Exercise directions —
Copy each line below in which the word "modal" occurs.

-------

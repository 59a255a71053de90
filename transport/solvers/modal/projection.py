"""Quadrature and Green's-function integrals used by the modal engine.

* Gauss-Legendre panels short enough that (frequency x panel length) <= 20 with 32 nodes,
  so the trigonometric / exponential integrands of the projections are integrated to
  machine precision (the error of a 32-node rule on exp(i w s) over a panel with
  w h = 20 is below 1e-20; Davis & Rabinowitz 1984, Methods of Numerical Integration,
  sec. 4.8).
* The exact time integral of a transient started from w0:  W = int_0^inf w dt solves
  L W = a w0 with homogeneous boundary rows, written with the Green's function of the
  layered operator built from the two homogeneous solutions (the unit boundary
  responses of :mod:`transport.solvers.modal.lifting`).  With a shifted lifting (no steady state)
  the same construction inverts L + eps a.
"""
from __future__ import annotations


import numpy as np

from transport.model.column import Column, InitialState, InputError
from transport.solvers.modal.operator import Operator

__all__ = ["gauss_nodes", "initial_profile", "green_flux", "green_terms"]

_GL_NODES = 32
_GL_PANEL = 20.0


def _rules():
    """The 8-, 16- and 32-node Gauss-Legendre rules on [-1, 1], concatenated, with the
    start of each."""
    xs, ws = zip(*(np.polynomial.legendre.leggauss(n) for n in (8, 16, _GL_NODES)))
    start = np.array([0, 8, 24])
    return np.concatenate(xs), np.concatenate(ws), start


_RULES = _rules()


def gauss_nodes(op: Operator, lam: np.ndarray, breaks=(), extra_rate: float = 0.0):
    """Nodes, weights and layer index of Gauss-Legendre panels over the column.

    A panel of length h where the integrand varies at most at ``rate`` gets 8, 16 or 32
    nodes for rate h <= 1, 6 or 20: the bound (rate h / 2)^(2n) / (2n)! on the error of
    an n-node rule for exp(rate s) (Davis & Rabinowitz 1984, sec. 4.8) is below 1e-18
    in every case.  Nodes are returned in increasing depth, panel after panel.
    """
    lam_hi, lam_lo = float(np.max(lam)), float(np.min(lam))
    z = op.z
    w_hi = np.sqrt(np.maximum(lam_hi * op.a - op.s, 0.0) / op.k)
    b_hi = np.sqrt(np.maximum(op.s - lam_lo * op.a, 0.0) / op.k)
    rate = w_hi + b_hi + 2 * np.abs(op.alpha) + 1.0 / op.thickness + extra_rate
    b = np.asarray(sorted(set(float(v) for v in breaks)), dtype=float)
    b = b[(b > z[0]) & (b < z[-1])]
    cuts = np.union1d(z, b)  # every segment lies inside one layer
    a_, b_ = cuts[:-1], cuts[1:]
    lay = np.clip(np.searchsorted(z, 0.5 * (a_ + b_), side="right") - 1, 0, op.n_layers - 1)
    npan = np.maximum(1, np.ceil(rate[lay] * (b_ - a_) / _GL_PANEL).astype(int))
    seg = np.repeat(np.arange(a_.size), npan)
    first = np.repeat(np.cumsum(npan) - npan, npan)
    j = np.arange(seg.size) - first  # panel index inside its segment
    h = (b_ - a_)[seg] / npan[seg]
    left = a_[seg] + j * h
    # rule per panel: index into the concatenated 8-, 16- and 32-node rules
    x_all, w_all, start = _RULES
    rh = rate[lay[seg]] * h
    order = np.where(rh <= 1.0, 8, np.where(rh <= 6.0, 16, _GL_NODES))
    rule = np.select([order == 8, order == 16], [0, 1], 2)
    pan = np.repeat(np.arange(seg.size), order)
    k = np.arange(pan.size) - np.repeat(np.cumsum(order) - order, order)
    idx = start[rule][pan] + k
    half = 0.5 * h[pan]
    return (left[pan] + half * (1.0 + x_all[idx]), half * w_all[idx],
            np.repeat(lay[seg], order))


def initial_profile(column: Column, initial: InitialState, z):
    """Initial pore-water concentration C0 at depths z (kg m-3).

    A measured profile is piecewise-linear and right-continuous: at a depth sampled
    twice (a step) the value is the deeper sample (:meth:`InitialState.profile_at`).
    Quadrature that breaks its panels at the sample depths therefore integrates a step
    exactly (no node falls on the step)."""
    z = np.asarray(z, dtype=float)
    if callable(initial):
        return np.asarray(initial(z), dtype=float)
    if initial.kind == "clean":
        return np.zeros_like(z)
    if initial.kind == "uniform":
        if len(initial.values) != len(column.layers):
            raise InputError(f"a uniform initial state needs one value per layer "
                             f"({len(column.layers)}), got {len(initial.values)}")
        lay = np.clip(np.searchsorted(column.interfaces, z, side="right") - 1, 0,
                      len(column.layers) - 1)
        return np.asarray(initial.values)[lay]
    d = np.asarray(initial.depths)
    if d[-1] > column.length * (1 + 1e-12):
        raise InputError(f"initial profile sample at {d[-1]} m lies below the column bottom "
                         f"({column.length} m); remove it or extend the column")
    return initial.profile_at(z)


def green_flux(op: Operator, lift, z, w0_nodes, nodes, values: bool = False, lift_nodes=None):
    """Flux at depths z of W with L W = a w0 (homogeneous rows); with ``values`` also
    the u-space values U = e^A W = [phi_top I_L + phi_bot I_R] / Wr.

    F_W(z) = [F_top(z) I_L(z) + F_bot(z) I_R(z)] / Wr, with
    I_L(z) = int_0^z a e^{-2A} phi_bot w0, I_R(z) = int_z^L a e^{-2A} phi_top w0 and
    Wr = k phi_bot' phi_top - phi_bot k phi_top' (constant; evaluated at z = 0).
    ``nodes`` = (zq, wq, lq) must have every z as a panel break; w0_nodes: (nq, m) values
    of m functions (u-space) at the nodes; ``lift_nodes``: ``lift.evaluate(zq)[0]`` if
    already at hand.  Returns (z.size, m).
    """
    zq, wq, lq = nodes
    z = np.atleast_1d(np.asarray(z, dtype=float))
    uq = lift.evaluate(zq)[0] if lift_nodes is None else lift_nodes
    A = op.A[lq] + op.alpha[lq] * (zq - op.z[lq])
    g = (wq * op.a[lq] * np.exp(-2 * A))[:, None] * w0_nodes
    gl = g * uq[:, 1:2]
    gr = g * uq[:, 0:1]
    zero = np.zeros((1, g.shape[1]))
    cl = np.vstack([zero, np.cumsum(gl, axis=0)])
    # I_R summed from the bottom up, not as the total minus a prefix: where the
    # integrand falls by orders of magnitude with depth (high local Peclet numbers) the
    # difference of two O(1) sums loses every digit of a small I_R, and f_bot(z) / Wr
    # multiplies that loss by as much (a constant offset of 4e-7 of the cumulative mass
    # on a Pe ~ 40 boring)
    cr = np.vstack([np.cumsum(gr[::-1], axis=0)[::-1], zero])
    idx = np.searchsorted(zq, z)
    I_L = cl[idx]
    I_R = cr[idx]
    u_e, du_e = lift.evaluate(np.array([0.0]))
    wr = du_e[0, 1] * u_e[0, 0] - u_e[0, 1] * du_e[0, 0]
    u_z, du_z = lift.evaluate(z)
    f_top = (op.q * u_z[:, 0] - du_z[:, 0])[:, None]
    f_bot = (op.q * u_z[:, 1] - du_z[:, 1])[:, None]
    # at very high Peclet numbers the steady responses overflow (inf / inf): the NaN that
    # results is caught by the cross-check, which serves those values from Laplace
    with np.errstate(invalid="ignore", over="ignore"):
        flux = (f_top * I_L + f_bot * I_R) / wr
        if not values:
            return flux
        return flux, (u_z[:, 0:1] * I_L + u_z[:, 1:2] * I_R) / wr


def green_terms(op, lam, K, psi_e, dpsi_e):
    """(K, n) boundary terms of Green's identity, (lambda + eps) c_kn = boundary term +
    source projection (the sources' projections are added by the caller), from psi and
    k psi' at the two ends."""
    green = np.zeros((K, lam.size))
    for k, end, sgn in ((0, "top", -1.0), (1, "bottom", +1.0)):
        c_v, c_p, G = op.v_condition(end)
        j = 0 if end == "top" else 1
        green[k] = sgn * G * (c_p * psi_e[j] - c_v * dpsi_e[j]) / (c_p ** 2 + c_v ** 2)
    return green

-------

Your solution —
filename transport/solvers/modal/projection.py
"""Quadrature and Green's-function integrals used by the modal engine.
  responses of :mod:`transport.solvers.modal.lifting`).  With a shifted lifting (no steady state)
from transport.solvers.modal.operator import Operator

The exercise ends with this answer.